The additions are intended to target China’s high-tech “new three”: solar products, lithium-ion batteries, and electric vehicles.

The USTR is also proposing creating an exclusion process targeting machinery used in domestic manufacturing, including 19 exclusions for certain solar manufacturing equipment (outlined at the end of the report).

The USTR will issue a Federal Register notice next week, which will provide additional details about the proposed modifications and exclusion process, as well as an opportunity for public comments.

The USTR’s report does not specifically address the current Section 301 exclusions that are set to expire on May 31.

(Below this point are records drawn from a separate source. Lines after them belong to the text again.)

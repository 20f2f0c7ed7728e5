"""Photolysis frequencies J [s-1] for every reaction of a mechanism.

``PhotolysisRates`` is built once per run and called at every solver step, so
everything that does not depend on the step's (solar zenith angle, overhead
ozone column, temperature) is precomputed at construction:

* ``method="spectral"``: reactions with ``data=`` get J from a table of
  spectrally integrated J-values on a (SZA, ozone column, temperature) grid
  (:mod:`boxchem.photolysis.jtable`), interpolated at call time.  Reactions
  with only ``l= m= n=`` use the parametric form below.  A data set that
  cannot be loaded is an error (DataFileError naming the reaction), also when
  the reaction has ``l m n``: a run never swaps its J silently.
* ``method="parametric"``: every photolysis reaction uses ``l m n``.

The parametric form and its extension to grazing sun
-----------------------------------------------------
``J = l cos(chi)^m exp(-n sec(chi))`` is the usual compact fit of J to the
solar zenith angle chi.  It diverges in meaning at chi -> 90 deg (sec -> inf,
cos -> 0, J -> 0 at 90 deg exactly), whereas an elevated box still sees the
sun until its own horizon, chi_h = 90 deg + arccos(R / (R + z)).  We therefore
replace ``sec(chi)`` by the Chapman air mass ``a(chi, z)`` of the box's
altitude (the relative slant column of air along the sun's path to the box,
finite up to chi_h; :func:`boxchem.environment.solar.chapman_air_mass`) and
``cos(chi)`` by ``1 / a(chi, z)``:

    J = l a^-m exp(-n a).

So that published ``l m n`` keep their meaning where they were fitted,
``a = sec(chi)`` exactly for chi <= 75 deg; beyond, ``a`` is the Chapman air
mass scaled by sec(75 deg) / Ch(75 deg, z) (a factor of about 1.015 at 20 km),
which makes ``a`` continuous at 75 deg and finite up to the horizon.  J stays
positive up to the horizon (it may underflow to 0.0 in double precision for
large n at the horizon, where a reaches about 1000 at 20 km).  ``l`` is the
overhead-sun value at 1 AU times exp(n).

Everything is scaled by ``scale=`` (mechanism key) and by the Earth-Sun
distance factor (1 AU / r)^2, and is exactly zero where
``sza >= horizon_zenith_angle(altitude)`` (beyond the box's geometric
horizon; the weak twilight from sunlit air above the box is neglected).

Default albedo 0.3: a mean Lambertian reflectivity of the surface and clouds
below a stratospheric box, close to Earth's planetary (Bond) albedo of about
0.3 (recalled from memory).  Over snow, ice or bright cloud decks (polar
spring) values of 0.6-0.9 are more realistic: set it per scenario.
"""
from __future__ import annotations

import numpy as np

from ..errors import BoxchemError

#: default Lambertian albedo below the box (see module docstring)
DEFAULT_ALBEDO = 0.3
METHODS = ("spectral", "parametric")
#: SZA step [deg] of the precomputed air-mass lookup of the parametric form
_AIRMASS_STEP_DEG = 0.01
#: below this SZA [deg] the parametric form uses sec(chi) exactly
SEC_LIMIT_DEG = 75.0


def _lmn(reaction):
    p = reaction.parameters
    if all(k in p for k in ("l", "m", "n")):
        return float(p["l"]), float(p["m"]), float(p["n"])
    return None


def parametric_air_mass(sza_deg, altitude_m):
    """Air mass of the parametric form [1]: sec(chi) up to 75 deg, scaled Chapman beyond.

    ``sza_deg`` [degrees] below the box's horizon; ``altitude_m`` [m] scalar.
    Chapman grazing-incidence function from
    :func:`boxchem.environment.solar.chapman_air_mass` (Chapman 1931,
    Proc. Phys. Soc. 43, 483), scaled to be continuous with sec(chi) at 75 deg.
    """
    from ..environment.solar import chapman_air_mass

    chi = np.asarray(sza_deg, dtype=float)
    limit = SEC_LIMIT_DEG
    match = (1.0 / np.cos(np.radians(limit))) / float(chapman_air_mass(limit, altitude_m))
    with np.errstate(divide="ignore"):
        sec = 1.0 / np.cos(np.radians(np.minimum(chi, limit)))
    grazing = np.asarray(chapman_air_mass(np.maximum(chi, limit), altitude_m), dtype=float) * match
    return np.where(chi <= limit, sec, grazing)


class PhotolysisRates:
    """J [s-1] of every reaction of ``mechanism`` at the box.

    Parameters
    ----------
    mechanism : Mechanism
    altitude_m : float
        Altitude of the box [m]; sets its horizon and the layers above/below it.
    albedo : float
        Lambertian albedo of the surface/clouds [1], default 0.3.
    method : "spectral" or "parametric"
    temperature_grid, ozone_grid_DU, sza_grid_deg, wavelength_edges_nm :
        Optional grids of the spectral J table (defaults in
        :mod:`boxchem.photolysis.jtable`).
    cross_sections : mapping, optional
        ``{reaction_id: SpectralData or path}`` overriding the ``data=`` set of
        a reaction (a user's lab spectrum); ``quantum_yields`` likewise.

    Call with ``(sza_deg, ozone_column_DU, temperature_K, distance_factor=1)``
    (arrays broadcast together); returns J with shape
    ``broadcast_shape + (n_reactions,)``, zero in non-photolysis columns.
    """

    def __init__(self, mechanism, *, altitude_m: float, albedo: float = DEFAULT_ALBEDO,
                 method: str = "spectral", temperature_grid=None, ozone_grid_DU=None,
                 sza_grid_deg=None, wavelength_edges_nm=None, cross_sections=None,
                 quantum_yields=None):
        from ..environment.solar import horizon_zenith_angle

        if method not in METHODS:
            raise BoxchemError(f"PhotolysisRates: method={method!r}; valid: {', '.join(METHODS)}")
        if not (0.0 <= float(albedo) <= 1.0):
            raise BoxchemError(f"PhotolysisRates: albedo={albedo!r} must be within 0..1")
        altitude_m = float(altitude_m)
        if not (0.0 <= altitude_m <= 80_000.0):
            raise BoxchemError(f"PhotolysisRates: altitude_m={altitude_m!r} must be within 0..80000 m")
        self.mechanism = mechanism
        self.altitude_m = altitude_m
        self.albedo = float(albedo)
        self.method = method
        self.reaction_ids = tuple(r.id for r in mechanism.reactions)
        self.n_reactions = len(self.reaction_ids)
        self.horizon_deg = float(horizon_zenith_angle(altitude_m))
        cross_sections = dict(cross_sections or {})
        quantum_yields = dict(quantum_yields or {})

        spectral_cols, spectral_reactions = [], []
        param_cols, param_lmn = [], []
        self.source: dict[str, str] = {}      # reaction id -> "spectral" / "parametric"
        #: reaction id -> what a partial user spectrum did (spliced / zero outside)
        self.data_notes: dict[str, str] = {}
        #: reaction id -> the cross-section data set its J came from, with any note
        self.data_used: dict[str, str] = {}
        #: the same for the user spectra given here (cross_sections=), not in the mechanism:
        #: (reaction id, note) for the caller to report (the mechanism's own are its warnings)
        self.notices: list[tuple[str, str]] = []
        scale = np.zeros(self.n_reactions)
        for i, r in enumerate(mechanism.reactions):
            if r.law != "photolysis":
                continue
            scale[i] = float(r.parameters.get("scale", 1.0))
            lmn = _lmn(r)
            has_data = "data" in r.parameters or r.id in cross_sections
            if method == "spectral" and has_data:
                spectral_cols.append(i)
                spectral_reactions.append(r)
                continue
            if lmn is None:
                raise BoxchemError(f"reaction {r.id!r}: method='parametric' needs l= m= n=, "
                                   f"but the reaction has only data={r.parameters.get('data')!r}")
            param_cols.append(i)
            param_lmn.append(lmn)
            self.source[r.id] = "parametric"

        self.table = None
        if spectral_reactions:
            from .jtable import build_jtable
            table, notes = build_jtable(
                spectral_reactions, altitude_m=altitude_m, albedo=self.albedo,
                temperature_grid=temperature_grid, ozone_grid_DU=ozone_grid_DU,
                sza_grid_deg=sza_grid_deg, wavelength_edges_nm=wavelength_edges_nm,
                cross_sections=cross_sections, quantum_yields=quantum_yields)
            for r in spectral_reactions:
                self.source[r.id] = "spectral"
            self.data_notes = dict(notes)
            for r in spectral_reactions:
                used = str(cross_sections.get(r.id, r.parameters.get("data")))
                self.data_used[r.id] = used + (f" ({notes[r.id]})" if r.id in notes else "")
            self.notices = [(rid, note) for rid, note in notes.items() if rid in cross_sections]
            self.table = table
            self._spectral_cols = np.asarray(spectral_cols, dtype=np.intp)
            self._spectral_scale = scale[self._spectral_cols]
        else:
            self._spectral_cols = np.zeros(0, dtype=np.intp)
            self._spectral_scale = np.zeros(0)

        self._param_cols = np.asarray(param_cols, dtype=np.intp)
        lmn = np.asarray(param_lmn, dtype=float).reshape(-1, 3)
        with np.errstate(divide="ignore"):
            self._log_l = np.log(lmn[:, 0] * scale[self._param_cols])
        self._m = lmn[:, 1]
        self._n = lmn[:, 2]
        # air mass on a fine SZA grid up to just below the horizon (the Chapman
        # function is cheap but not free; the lookup is a single np.interp)
        self._chi_grid = np.arange(0.0, self.horizon_deg, _AIRMASS_STEP_DEG)
        self._airmass_grid = parametric_air_mass(self._chi_grid, altitude_m)

    # ------------------------------------------------------------------
    def air_mass(self, sza_deg):
        """Air mass a(chi, z) used by the parametric form [1] (inf beyond the horizon)."""
        sza = np.asarray(sza_deg, dtype=float)
        a = np.interp(sza, self._chi_grid, self._airmass_grid)
        return np.where(sza >= self.horizon_deg, np.inf, a)

    def parametric(self, sza_deg):
        """J of the parametric columns [s-1], shape sza.shape + (n_parametric,), at 1 AU."""
        sza = np.asarray(sza_deg, dtype=float)
        lit = sza < self.horizon_deg
        a = np.interp(sza, self._chi_grid, self._airmass_grid)[..., None]
        j = np.exp(self._log_l - self._m * np.log(a) - self._n * a)
        return np.where(lit[..., None] | np.isnan(sza)[..., None], j, 0.0)

    def __call__(self, sza_deg, ozone_column_DU=300.0, temperature_K=220.0, distance_factor=1.0):
        """J [s-1] of every reaction: shape broadcast(inputs).shape + (n_reactions,).

        ``sza_deg`` [deg], ``ozone_column_DU`` [DU], ``temperature_K`` [K],
        ``distance_factor`` (1 AU / r)^2 [1]; arrays broadcast together.
        """
        sza = np.asarray(sza_deg, dtype=float)
        if sza.ndim or np.ndim(ozone_column_DU) or np.ndim(temperature_K) or np.ndim(distance_factor):
            sza, ozone, temp, dist = np.broadcast_arrays(
                sza, np.asarray(ozone_column_DU, dtype=float),
                np.asarray(temperature_K, dtype=float), np.asarray(distance_factor, dtype=float))
            dist = dist[..., None]
        else:
            ozone, temp, dist = float(ozone_column_DU), float(temperature_K), float(distance_factor)
        out = np.zeros(sza.shape + (self.n_reactions,))
        if self._param_cols.size:
            out[..., self._param_cols] = self.parametric(sza)
        if self._spectral_cols.size:
            out[..., self._spectral_cols] = self.table(sza, ozone, temp) * self._spectral_scale
        out *= dist
        return out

On Friday, the Office of Foreign Assets Control (OFAC) published an interim final rule that will amend the Report, Procedures and Penalties Regulations, 31 C.F.R. Part 501, effective August 8, 2024. The updates include:

  • Electronic filing and submission requirements: Filers will generally be required to use the electronic OFAC Reporting System (ORS) to submit (1) initial reports of blocked property (which will also need to be maintained for the filer’s records); (2) annual Reports of Blocked Property; and (3) rejected transaction reports. Filers will also be required to submit the required documentation and notifications related to unblocked or transferred blocked property via email. Reports of unblocked or transferred blocked property can be submitted via email or ORS.
  • Unblocked or transferred blocked property reports: Filers will be required to submit unblocked or transferred blocked property reports (via email or ORS) within 10 business days of the unblocking or transfer, including pursuant to a valid order issued by a government agency or court.
  • Rejected transaction reports: The interim final rule clarifies that non-financial institutions’ rejected transaction reporting obligations includes transactions related to securities, checks, or foreign exchange, as well as sales or purchases of goods or services. The interim final rule also clarifies that the information that must be reported for a rejected transaction only applies to the extent the information is available to the filer at the time the transaction was rejected.
  • Compliance release requests for blocked property: The interim final rule extends the procedure for unblocking funds believed to have been blocked due to mistaken identity to any property blocked due to “typographical or similar errors leading to blocking.” Requests to release those funds can be emailed to OFAC’s Compliance Division. Only the person who mistakenly blocked the funds, however, may request a Compliance Release. Others will be required to request an unblocking license from OFAC’s Licensing Division.
  • Additional reports financial institutions may be required to provide: Under the interim final rule, if OFAC has reason to believe an account or transaction may involve a blocked person’s property or property interests, OFAC may issue instructions to a financial institution that (1) provide information or criteria to help identify the blocked property; or (2) require the financial institution to report transactions meeting specific criteria and notify OFAC before processing those transactions.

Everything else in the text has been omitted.